- [Records for the task]:
****
import request from 'supertest';
import { describe, expect, it } from 'vitest';
import { app, createWorld, knex } from '../test/harness';

const bearer = (token: string) => ({ Authorization: `Bearer ${token}` });

async function storedDie(organisationId: number, over: Record<string, unknown> = {}) {
  const [row] = await knex('libraryDies')
    .insert({ organisationId, name: 'Sleeve die', ups: 1, ruleTypes: ['cut'], impressionLimit: 100_000, ...over })
    .returning('id');
  return row.id as number;
}

describe('the die library', () => {
  it('logs runs, adds up impressions and flags a die near the end of its life', async () => {
    const w = await createWorld();
    const id = await storedDie(w.printer.id, { impressions: 85_000 });
    const run = await request(app)
      .post(`/api/library/${id}/runs`)
      .set(bearer(w.tokens.buyer))
      .send({ runOn: '2026-11-30', impressions: 6_000, jobReference: 'J-1' });
    expect(run.status, JSON.stringify(run.body)).toBe(201);
    // 91,000 of a 100,000 limit is past 90 %: flagged.
    expect(run.body).toMatchObject({ impressions: 91_000, nearEndOfLife: true, lastUsedOn: '2026-11-30' });
    expect(run.body.runs).toHaveLength(1);
    const bad = await request(app)
      .post(`/api/library/${id}/runs`)
      .set(bearer(w.tokens.buyer))
      .send({ runOn: 'yesterday', impressions: -5 });
    expect(Object.keys(bad.body.error.fields).sort()).toEqual(['impressions', 'runOn']);
  });

  it('keeps a printer’s dies to itself but shows die shops’ listed stock dies to every printer', async () => {
    const w = await createWorld();
    const other = await createWorld();
    const mine = await storedDie(w.printer.id);
    const stock = await storedDie(other.shop.id, { name: 'Stock 6 × 9 pocket folder', listed: true });
    const list = await request(app).get('/api/library').set(bearer(w.tokens.buyer));
    const ids = list.body.map((d: { id: number }) => d.id);
    expect(ids).toEqual(expect.arrayContaining([mine, stock]));
    const theirs = await request(app).get('/api/library').set(bearer(other.tokens.buyer));
    expect(theirs.body.map((d: { id: number }) => d.id)).not.toContain(mine);
    expect((await request(app).get(`/api/library/${mine}`).set(bearer(other.tokens.buyer))).status).toBe(404);
    expect(
      (await request(app).patch(`/api/library/${stock}`).set(bearer(w.tokens.buyer)).send({ name: 'mine now' })).status,
    ).toBe(404);
    expect(
      (
        await request(app)
          .post(`/api/library/${mine}/runs`)
          .set(bearer(other.tokens.buyer))
          .send({ runOn: '2026-11-30', impressions: 1 })
      ).status,
    ).toBe(404);
  });
});
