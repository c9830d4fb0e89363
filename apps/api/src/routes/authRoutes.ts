import { Router, type RequestHandler } from 'express';
import { LoginInput } from '@kerfmark/contracts';
import { parse } from '../lib/parse';
import type { Services } from '../services';

export function authRoutes(services: Services, requireAuth: RequestHandler): Router {
  const router = Router();

  router.post('/login', async (req, res) => {
    const input = parse(LoginInput, req.body);
    res.json(await services.auth.login(input, req.ip ?? 'unknown'));
  });

  router.post('/logout', requireAuth, async (req, res) => {
    await services.auth.logout(req.user!);
    res.status(204).end();
  });

  return router;
}
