// A quick look around the running demo as each role (not part of the test suite).
import { launch, signIn } from './e2e/browser';
const base = 'http://127.0.0.1:4100';
const b = await launch();
async function shot(email: string, path: string, name: string) {
  const p = await (await b.newContext({ viewport: { width: 1366, height: 900 } })).newPage();
  await signIn(p, email); await p.waitForURL(`${base}/`);
  await p.goto(`${base}${path}`); await p.waitForTimeout(2000);
  await p.screenshot({ path: `/tmp/tour-${name}.png`, fullPage: true });
}
await shot('maya@larkspur.example', '/requests', 'buyer-requests');
await shot('daniel@larkspur.example', '/requests/1', 'purchasing-request');
await shot('chidi@okafor.example', '/open-requests', 'estimator-board');
await shot('chidi@okafor.example', '/requests/1', 'estimator-request');
await b.close();
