import { Router, type RequestHandler } from 'express';
import { InvitationAccept, InvitationPreviewQuery } from '@kerfmark/contracts';
import { parse, parseId } from '../lib/parse';
import { allow } from '../middleware/allow';
import type { Services } from '../services';

export function invitationRoutes(services: Services, requireAuth: RequestHandler): Router {
  const router = Router();
  const adminOnly = [requireAuth, allow({ roles: ['admin'] })];

  // Public: the invitee has no account yet; the token is the credential.
  router.get('/preview', async (req, res) => {
    const { token } = parse(InvitationPreviewQuery, req.query);
    res.json(await services.invitations.preview(token));
  });

  router.post('/accept', async (req, res) => {
    const input = parse(InvitationAccept, req.body);
    res.status(201).json(await services.invitations.accept(input));
  });

  router.get('/', ...adminOnly, async (req, res) => {
    res.json(await services.invitations.list(req.user!));
  });

  router.post('/:id/resend', ...adminOnly, async (req, res) => {
    res.json(await services.invitations.resend(req.user!, parseId(req.params.id, 'That invitation')));
  });

  router.post('/:id/revoke', ...adminOnly, async (req, res) => {
    res.json(await services.invitations.revoke(req.user!, parseId(req.params.id, 'That invitation')));
  });

  return router;
}
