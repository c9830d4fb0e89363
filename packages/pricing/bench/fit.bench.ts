// Fits 100,000 generated dies and prints the time and peak memory of each step.
// Run: npx tsx packages/pricing/bench/fit.bench.ts [records]
import { fairPriceBand, fitPrice, pricePerInch, priceTrend } from '../src/index';
import { syntheticDies } from '../src/testing/syntheticDies';

const n = Number(process.argv[2] ?? 100_000);
if (!Number.isSafeInteger(n) || n < 8)
  throw new RangeError(`Give a whole number of records of at least 8 (got ${process.argv[2]})`);

const mib = (bytes: number) => `${(bytes / 2 ** 20).toFixed(1)} MiB`;
const took: Record<string, number> = {};
function time<T>(label: string, run: () => T): T {
  const start = process.hrtime.bigint();
  const result = run();
  const ms = Number(process.hrtime.bigint() - start) / 1e6;
  took[label] = ms;
  console.log(`${label.padEnd(28)} ${ms.toFixed(1).padStart(9)} ms   heap used ${mib(process.memoryUsage().heapUsed)}`);
  return result;
}

const records = time(`generate ${n.toLocaleString('en-US')} dies`, () => syntheticDies({ n, seed: 1 }));
const fit = time('fitPrice (both models)', () => fitPrice(records));
if (!fit.enough) throw new Error(fit.reason);
time('fairPriceBand × 1,000', () => {
  for (let i = 0; i < 1_000; i++) fairPriceBand(fit, { ruleLengthIn: 100 + i / 4, features: i % 60 });
});
time('pricePerInch', () => pricePerInch(records));
time('priceTrend', () => priceTrend(records));

console.log(`model ${fit.model}, n ${fit.n}, residual standard error ${fit.residualStandardErrorCents} cents`);
// maxRSS is the peak resident set size of the whole process (kibibytes on Linux), generation included.
console.log(`peak resident memory ${mib(process.resourceUsage().maxRSS * 1024)}`);
// For the summary table of `npm run bench` (see scripts/lib/benchResults.ts).
console.log(
  `@result ${JSON.stringify({ figure: `price fit in memory, ${n.toLocaleString('en-US')} records`, value: `${took['fitPrice (both models)']!.toFixed(0)} ms` })}`,
);
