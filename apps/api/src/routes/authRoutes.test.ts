import jwt from 'jsonwebtoken';
import request from 'supertest';
import { describe, expect, it } from 'vitest';
import { app, createOrg, createUser, createWorld, PASSWORD, signIn, testConfig } from '../test/harness';

describe('sign-in', () => {
  it('signs in with the right password and answers /api/me', async () => {
    const org = await createOrg('printer');
    const user = await createUser(org, 'buyer');
    const login = await request(app)
      .post('/api/auth/login')
      .send({ email: user.email.toUpperCase(), password: PASSWORD });
    expect(login.status).toBe(200);
    expect(new Date(login.body.expiresAt).getTime()).toBeGreaterThan(Date.now());
    const me = await request(app).get('/api/me').set('Authorization', `Bearer ${login.body.token}`);
    expect(me.status).toBe(200);
    expect(me.body).toMatchObject({ id: user.id, role: 'buyer', organisation: { id: org.id, kind: 'printer' } });
    expect(me.body).not.toHaveProperty('passwordHash');
  });

  it('refuses a wrong password and an unknown e-mail with the same answer', async () => {
    const org = await createOrg('printer');
    const user = await createUser(org, 'buyer');
    const wrong = await request(app).post('/api/auth/login').send({ email: user.email, password: 'not the password' });
    const unknown = await request(app)
      .post('/api/auth/login')
      .send({ email: 'nobody-here@test.example', password: 'whatever' });
    expect(wrong.status).toBe(401);
    expect(unknown.status).toBe(401);
    // The same answer but for each request's own id.
    const { requestId: wrongId, ...wrongError } = wrong.body.error;
    const { requestId: unknownId, ...unknownError } = unknown.body.error;
    expect(wrongError).toEqual(unknownError);
    expect(wrongId).not.toBe(unknownId);
    expect(wrong.body.error.code).toBe('invalid_credentials');
  });

  it('names the fields of an invalid sign-in', async () => {
    const res = await request(app).post('/api/auth/login').send({ email: 'not-an-address' });
    expect(res.status).toBe(400);
    expect(res.body.error.code).toBe('validation_failed');
    expect(Object.keys(res.body.error.fields).sort()).toEqual(['email', 'password']);
  });

  it('refuses a disabled account', async () => {
    const org = await createOrg('die_shop');
    const user = await createUser(org, 'estimator', { status: 'disabled' });
    const res = await request(app).post('/api/auth/login').send({ email: user.email, password: PASSWORD });
    expect(res.status).toBe(403);
    expect(res.body.error.code).toBe('account_disabled');
  });

  it('limits repeated failures with a clear 429 and a Retry-After, kept in Redis', async () => {
    const org = await createOrg('printer');
    const user = await createUser(org, 'buyer');
    for (let i = 0; i < testConfig.login.maxAttempts; i++) {
      const res = await request(app)
        .post('/api/auth/login')
        .send({ email: user.email, password: `wrong ${i}` });
      expect(res.status).toBe(401);
    }
    // Even the right password is refused while the account is blocked from this address.
    const blocked = await request(app).post('/api/auth/login').send({ email: user.email, password: PASSWORD });
    expect(blocked.status).toBe(429);
    expect(blocked.body.error.code).toBe('too_many_attempts');
    expect(blocked.body.error.message).toMatch(/Try again in \d+ minute/);
    expect(Number(blocked.headers['retry-after'])).toBeGreaterThan(0);
  });
});

describe('tokens', () => {
  const claims = (sub: number) => ({ sub: String(sub), jti: crypto.randomUUID() });

  it('refuses an expired token with token_expired', async () => {
    const org = await createOrg('printer');
    const user = await createUser(org, 'buyer');
    const token = jwt.sign({ ...claims(user.id), exp: Math.floor(Date.now() / 1000) - 60 }, testConfig.jwtSecret, {
      algorithm: 'HS256',
      issuer: 'kerfmark',
    });
    const res = await request(app).get('/api/me').set('Authorization', `Bearer ${token}`);
    expect(res.status).toBe(401);
    expect(res.body.error.code).toBe('token_expired');
  });

  it('refuses a forged signature, the "none" algorithm and another algorithm', async () => {
    const org = await createOrg('printer');
    const user = await createUser(org, 'buyer');
    const forged = jwt.sign(claims(user.id), 'not-our-secret', {
      algorithm: 'HS256',
      issuer: 'kerfmark',
      expiresIn: 600,
    });
    const none = jwt.sign(claims(user.id), '', { algorithm: 'none', issuer: 'kerfmark', expiresIn: 600 });
    const hs512 = jwt.sign(claims(user.id), testConfig.jwtSecret, {
      algorithm: 'HS512',
      issuer: 'kerfmark',
      expiresIn: 600,
    });
    for (const token of [forged, none, hs512, 'garbage', '']) {
      const res = await request(app).get('/api/me').set('Authorization', `Bearer ${token}`);
      expect(res.status).toBe(401);
    }
  });

  it('revokes the token on sign-out, and only that token', async () => {
    const { users } = await createWorld();
    const first = await signIn(users.buyer);
    const second = await signIn(users.buyer);
    expect((await request(app).post('/api/auth/logout').set('Authorization', `Bearer ${first}`)).status).toBe(204);
    expect((await request(app).get('/api/me').set('Authorization', `Bearer ${first}`)).status).toBe(401);
    expect((await request(app).get('/api/me').set('Authorization', `Bearer ${second}`)).status).toBe(200);
  });

  it('stops a disabled user’s live token at once', async () => {
    const { users, tokens } = await createWorld();
    const res = await request(app)
      .patch(`/api/users/${users.buyer.id}`)
      .set('Authorization', `Bearer ${tokens.printerAdmin}`)
      .send({ status: 'disabled' });
    expect(res.status).toBe(200);
    expect((await request(app).get('/api/me').set('Authorization', `Bearer ${tokens.buyer}`)).status).toBe(401);
  });
});
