beforeAll(async () => {
  world = await createWorld();
  fixtures.set(world, await setUp(world));
}, 180_000);

/**
 * The request routes whose answer the access module gives: the action asked, the request it is
 * asked of, the route's own gate on the kind of organisation, and the status of a success.
 */
interface ModuleCase {
  action: RequestAction | 'see';
  target: (f: Fixtures, actor: Actor) => number;
  kind?: OrgKind;
  ok: number;
}
const printerKind = 'printer' as const;
const shopKind = 'die_shop' as const;
const byModule: Record<string, ModuleCase> = {
  'GET /api/requests/:id': { action: 'see', target: (f) => f.open, ok: 200 },
  'PATCH /api/requests/:id': { action: 'edit', target: (f) => f.draft, kind: printerKind, ok: 200 },
  'POST /api/requests/:id/publish': { action: 'publish', target: (f, a) => f.toPublish[a], kind: printerKind, ok: 200 },
  'POST /api/requests/:id/cancel': { action: 'cancel', target: (f, a) => f.toCancel[a], kind: printerKind, ok: 200 },
  'POST /api/requests/:id/files': { action: 'edit', target: (f) => f.draft, kind: printerKind, ok: 201 },
  'POST /api/requests/:id/questions': { action: 'ask', target: (f) => f.open, kind: shopKind, ok: 201 },
  'POST /api/requests/:id/questions/:questionId/answer': {
    action: 'answer',
    target: (f) => f.open,
    kind: printerKind,
    ok: 200,
  },
  'POST /api/requests/:id/bids': { action: 'bid', target: (f, a) => f.toBidOn[a], kind: shopKind, ok: 201 },
  'POST /api/requests/:id/decline': { action: 'decline', target: (f) => f.open, kind: shopKind, ok: 204 },
  'PATCH /api/bids/:id': { action: 'revise', target: (f) => f.bid.id, kind: shopKind, ok: 200 },
  'POST /api/requests/:id/close-bidding': {
    action: 'close-bidding',
    target: (f, a) => f.toClose[a],
    kind: printerKind,
    ok: 200,
  },
  'POST /api/requests/:id/award (bids still sealed)': {
    action: 'award',
    target: (f) => f.open,
    kind: printerKind,
    ok: 200,
  },
  'POST /api/requests/:id/award (bidding closed)': {
    action: 'award',
    target: (f, a) => f.toAward[a].id,
    kind: printerKind,
    ok: 200,
  },
  'POST /api/requests/:id/start-production': {
    action: 'start-production',
    target: (f, a) => f.toStart[a],
    kind: shopKind,
    ok: 200,
  },
  'POST /api/requests/:id/ship': { action: 'ship', target: (f, a) => f.toShip[a], kind: shopKind, ok: 200 },
  'POST /api/requests/:id/receive': { action: 'receive', target: (f, a) => f.toReceive[a], kind: printerKind, ok: 200 },
  'POST /api/requests/:id/invoices': {
    action: 'raise-invoice',
    target: (f, a) => f.toInvoice[a],
    kind: shopKind,
    ok: 201,
  },
  'POST /api/invoices/:id/revisions': {
    action: 'raise-invoice',
    target: (f, a) => f.toRevise[a].requestId,
    kind: shopKind,
    ok: 201,
  },
  'POST /api/invoices/:id/credit-notes': {
    action: 'credit-note',
    target: (f, a) => f.toCredit[a].requestId,
    kind: shopKind,
    ok: 201,
  },
  'POST /api/invoices/:id/dispute': {
    action: 'dispute-invoice',
    target: (f, a) => f.toDispute[a].requestId,
    kind: printerKind,
    ok: 200,
  },
  'POST /api/invoices/:id/approve': {
    action: 'approve-invoice',
    target: (f, a) => f.toApprove[a].requestId,
    kind: printerKind,
    ok: 200,
  },
  'POST /api/invoices/:id/payments': {
    action: 'record-payment',
    target: (f, a) => f.toPay[a].requestId,
    kind: printerKind,
    ok: 201,
  },
};
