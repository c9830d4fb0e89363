import { Router, type RequestHandler } from 'express';
import { AwardInput } from '@kerfmark/contracts';
import { parse, parseId } from '../lib/parse';
import { allow } from '../middleware/allow';
import type { Services } from '../services';

/** The award and its purchase documents: the purchase order PDF and the Open Contracting release. */
export function awardRoutes(services: Services, requireAuth: RequestHandler): Router {
  const router = Router();
  const printer = [requireAuth, allow({ kind: 'printer' })];
  const requestId = (value: unknown) => parseId(value, 'That die request');

  router.post('/requests/:id/award', ...printer, async (req, res) => {
    res.json(await services.awards.award(req.user!, requestId(req.params.id), parse(AwardInput, req.body)));
  });
  router.get('/requests/:id/ocds', ...printer, async (req, res) => {
    res.json(await services.purchaseDocuments.ocds(req.user!, requestId(req.params.id)));
  });
  router.get('/purchase-orders/:id/pdf', requireAuth, async (req, res) => {
    const { fileName, pdf } = await services.purchaseDocuments.purchaseOrder(
      req.user!,
      parseId(req.params.id, 'That purchase order'),
    );
    res.set({
      'Content-Type': 'application/pdf',
      'Content-Disposition': `inline; filename="${fileName}"`,
      'Cache-Control': 'private, no-store',
    });
    res.send(pdf);
  });

  return router;
}
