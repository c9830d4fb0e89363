import { once } from 'node:events';
import { Router, type RequestHandler } from 'express';
import type { Redis } from 'ioredis';
import type { Knex } from 'knex';
import type { Storage } from '@kerfmark/storage';
import { pendingMigrations } from '../db/migrate';

const CHECK_TIMEOUT_MS = 1500;

type Check = { status: 'up' } | { status: 'down'; error: string } | { status: 'behind'; pending: string[] };

/** Runs one probe within the timeout; a failure says only "timeout" or "unreachable" (no internals). */
async function probe(run: () => Promise<unknown>): Promise<Check> {
  let timer: NodeJS.Timeout | undefined;
  const timeout = new Promise<never>((_, reject) => {
    timer = setTimeout(() => reject(new Error('timeout')), CHECK_TIMEOUT_MS);
  });
  try {
    await Promise.race([run(), timeout]);
    return { status: 'up' };
  } catch (error) {
    return { status: 'down', error: (error as Error).message === 'timeout' ? 'timeout' : 'unreachable' };
  } finally {
    clearTimeout(timer);
  }
}

/**
 * The request path's client queues nothing while it is not connected, so a ping just after
 * start-up would fail: wait for it to connect (an 'error' first means it cannot).
 */
async function pingRedis(redis: Redis): Promise<void> {
  if (redis.status !== 'ready') await once(redis, 'ready', { signal: AbortSignal.timeout(CHECK_TIMEOUT_MS) });
  await redis.ping();
}

/**
 * For the start scripts, a load balancer and an orchestrator:
 * - `/live`: the process answers (restart it if not); checks nothing else.
 * - `/ready`: PostgreSQL, Redis and S3 reachable and the schema migrated; 503 until then, so that
 *   no traffic is sent to an instance that cannot serve it. `/` is the same as `/ready`.
 */
export function healthRoutes(deps: { knex: Knex; redis: Redis; storage: Storage }): Router {
  const router = Router();
  router.get('/live', (_req, res) => {
    res.json({ status: 'live' });
  });
  const ready: RequestHandler = async (_req, res) => {
    let pending: string[] = [];
    const [database, redis, storage] = await Promise.all([
      probe(async () => {
        pending = await pendingMigrations(deps.knex);
      }),
      probe(() => pingRedis(deps.redis)),
      probe(() => deps.storage.ping()),
    ]);
    const migrations: Check =
      database.status !== 'up'
        ? { status: 'down', error: 'database unreachable' }
        : pending.length
          ? { status: 'behind', pending }
          : { status: 'up' };
    const checks = { database, redis, storage, migrations };
    const isReady = Object.values(checks).every((check) => check.status === 'up');
    res
      .status(isReady ? 200 : 503)
      .set('Cache-Control', 'no-store')
      .json({ status: isReady ? 'ready' : 'not_ready', checks });
  };
  router.get('/ready', ready);
  router.get('/', ready);
  return router;
}
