package dev.plumbline.analysis.provenance;

import static org.junit.jupiter.api.Assertions.assertEquals;
import static org.junit.jupiter.api.Assertions.assertFalse;
import static org.junit.jupiter.api.Assertions.assertNotNull;
import static org.junit.jupiter.api.Assertions.assertNull;
import static org.junit.jupiter.api.Assertions.assertTrue;

import com.github.javaparser.ast.body.MethodDeclaration;
import com.github.javaparser.ast.body.VariableDeclarator;
import dev.plumbline.discover.SourceFile;
import dev.plumbline.engine.FileContext;
import dev.plumbline.engine.ProjectFacts;
import dev.plumbline.flow.ControlFlowGraph;
import dev.plumbline.model.ApiModel;
import dev.plumbline.parse.LineMap;
import dev.plumbline.parse.ParsedSource;
import dev.plumbline.parse.SourceParser;
import dev.plumbline.types.ProjectIndex;
import java.io.IOException;
import java.nio.charset.StandardCharsets;
import java.nio.file.Files;
import java.nio.file.Path;
import java.util.ArrayList;
import java.util.EnumSet;
import java.util.List;
import java.util.Set;
import java.util.stream.Stream;
import org.junit.jupiter.api.Test;

/**
 * The per-file analysis takes a method's facts from the summarizer instead of solving it again
 * ({@link ProvenanceSummaries#takeReportOf}) only where that changes nothing. The reference is the
 * report-mode solution of every graph.
 */
class ReportReuseTest {
  private static final ApiModel MODEL = ApiModel.loadDefault();

  private record Project(List<FileContext> contexts, ProvenanceSummaries summaries) {}

  private static Project summarize(List<ParsedSource> parsed) {
    ProjectIndex index = ProjectIndex.build(MODEL, parsed.stream().map(ParsedSource::unit).toList());
    ProjectFacts facts = new ProjectFacts();
    List<FileContext> contexts = parsed.stream().map(p -> new FileContext(p, index, facts)).toList();
    new ProvenanceSummarizer().compute(contexts, index, facts);
    return new Project(contexts, facts.get(ProvenanceSummaries.class));
  }

  private static ParsedSource parse(String name, String text) {
    return new SourceParser().parseText(new SourceFile(Path.of(name), name), text, LineMap.IDENTITY,
        List.of()).parsed().orElseThrow();
  }

  /** Every graph solved in report mode, none taken from the summarizer. */
  private static ProvenanceFacts solvedAfresh(FileContext file) {
    ProvenanceFacts facts = new ProvenanceFacts();
    for (ControlFlowGraph g : file.graphs()) {
      ProvenanceAnalysis.analyzeGraph(file, g, ProvenanceAnalysis.Mode.REPORT, facts);
    }
    return facts;
  }

  private static void assertSameFacts(ProvenanceFacts expected, ProvenanceFacts actual, String where) {
    assertEquals(expected.partBindings(), actual.partBindings(), where);
    assertEquals(expected.fits(), actual.fits(), where);
    assertEquals(expected.uses(), actual.uses(), where);
    assertEquals(expected.splits(), actual.splits(), where);
    assertEquals(expected.statisticUses(), actual.statisticUses(), where);
    assertEquals(expected.trains(), actual.trains(), where);
    assertEquals(expected.evaluations(), actual.evaluations(), where);
    assertEquals(expected.shuffles(), actual.shuffles(), where);
    assertEquals(expected.fieldWrites(), actual.fieldWrites(), where);
    assertEquals(expected.returns(), actual.returns(), where);
    assertEquals(expected.fieldSummariesRead(), actual.fieldSummariesRead(), where);
  }

  @Test
  void theCorpusFactsAreTheSameWithAndWithoutReuse() throws IOException {
    List<Path> files = new ArrayList<>();
    for (String root : List.of("../test-corpus/src/main/java", "../test-corpus/demo-project")) {
      try (Stream<Path> walk = Files.walk(Path.of(root))) {
        walk.filter(p -> p.toString().endsWith(".java")).sorted().forEach(files::add);
      }
    }
    List<ParsedSource> parsed = new ArrayList<>();
    for (Path f : files) {
      parsed.add(parse(f.toString(), Files.readString(f, StandardCharsets.UTF_8)));
    }
    Project project = summarize(parsed);
    int reused = 0;
    int graphs = 0;
    int factsReused = 0;
    for (FileContext file : project.contexts()) {
      for (ControlFlowGraph g : file.graphs()) {
        graphs++;
        ProvenanceFacts known = project.summaries().peekReportOf(g);
        if (known != null) {
          reused++;
          factsReused += known.fits().size() + known.splits().size() + known.uses().size()
              + known.evaluations().size() + known.partBindings().size() + known.returns().size();
        }
      }
      ProvenanceFacts withReuse = ProvenanceAnalysis.analyzeFile(file.withFreshAnalyses());
      ProvenanceFacts afresh = solvedAfresh(file.withFreshAnalyses());
      assertSameFacts(afresh, withReuse, file.uri());
      for (ControlFlowGraph g : file.graphs()) {
        assertNull(project.summaries().peekReportOf(g), "handed out once");
      }
      // Once taken, a second analysis of the file solves again, to the same facts.
      assertSameFacts(afresh, ProvenanceAnalysis.analyzeFile(file.withFreshAnalyses()), file.uri());
    }
    // The comparison means something only if reuse happens, and on methods with facts.
    assertTrue(reused > graphs / 5, reused + " of " + graphs + " graphs reused");
    assertTrue(factsReused > 50, "facts in reused graphs: " + factsReused);
  }

  @Test
  void aMethodReadingItsCallersRowsIsSolvedAgainAndOneThatDoesNotIsNot() {
    ParsedSource source = parse("Trainer.java", """
        import org.nd4j.linalg.dataset.DataSet;
        import org.nd4j.linalg.dataset.SplitTestAndTrain;
        import org.nd4j.linalg.dataset.api.preprocessor.NormalizerStandardize;
        class Trainer {
          void prepare(DataSet all) {
            NormalizerStandardize norm = new NormalizerStandardize();
            norm.fit(all);
            SplitTestAndTrain parts = all.splitTestAndTrain(0.8);
          }
          void own(String path) {
            DataSet all = new DataSet();
            NormalizerStandardize norm = new NormalizerStandardize();
            norm.fit(all);
            SplitTestAndTrain parts = all.splitTestAndTrain(0.8);
          }
        }
        """);
    Project project = summarize(List.of(source));
    FileContext file = project.contexts().get(0);
    for (ControlFlowGraph g : file.graphs()) {
      String name = ((MethodDeclaration) g.callable()).getNameAsString();
      if (name.equals("prepare")) {
        assertNull(project.summaries().peekReportOf(g), name);
      } else {
        ProvenanceFacts known = project.summaries().peekReportOf(g);
        assertNotNull(known, name);
        assertEquals(1, known.fits().size());
        assertEquals(1, known.splits().size());
      }
    }
  }

  @Test
  void aSummaryThatChangedAfterItWasReadVoidsTheSolution() {
    ParsedSource source = parse("Holder.java", """
        import org.nd4j.linalg.dataset.DataSet;
        class Holder {
          private DataSet rows;
          void keep() {}
        }
        """);
    Project project = summarize(List.of(source));
    VariableDeclarator field = source.unit().findFirst(VariableDeclarator.class).orElseThrow();
    MethodDeclaration method = source.unit().findFirst(MethodDeclaration.class).orElseThrow();
    ProvenanceSummaries now = project.summaries();
    ProvenanceSummaries.FieldSummary before = new ProvenanceSummaries.FieldSummary(
        EnumSet.of(Role.TRAIN), Set.of(), Set.of(), Set.of());
    ProvenanceSummaries.FieldSummary after = new ProvenanceSummaries.FieldSummary(
        EnumSet.of(Role.TEST), Set.of(), Set.of(), Set.of());

    SummaryReads reads = new SummaryReads();
    reads.field(field, now.field(field));
    reads.method(method, now.method(method));
    assertTrue(reads.stillHold(now), "read what is there");

    now.putField(field, before);
    SummaryReads stale = new SummaryReads();
    stale.field(field, now.field(field));
    now.putField(field, after);
    assertFalse(stale.stillHold(now), "the field's summary changed after the read");

    SummaryReads changing = new SummaryReads();
    changing.field(field, before);
    changing.field(field, after);
    assertFalse(changing.stillHold(now), "two reads saw two summaries");

    SummaryReads methodRead = new SummaryReads();
    methodRead.method(method, ProvenanceSummaries.MethodSummary.PENDING);
    assertFalse(methodRead.stillHold(now), "read while its cycle was being solved");
  }
}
****
Among the entries above, determine how many lines contain "VariableDeclarator", then output only that number.

2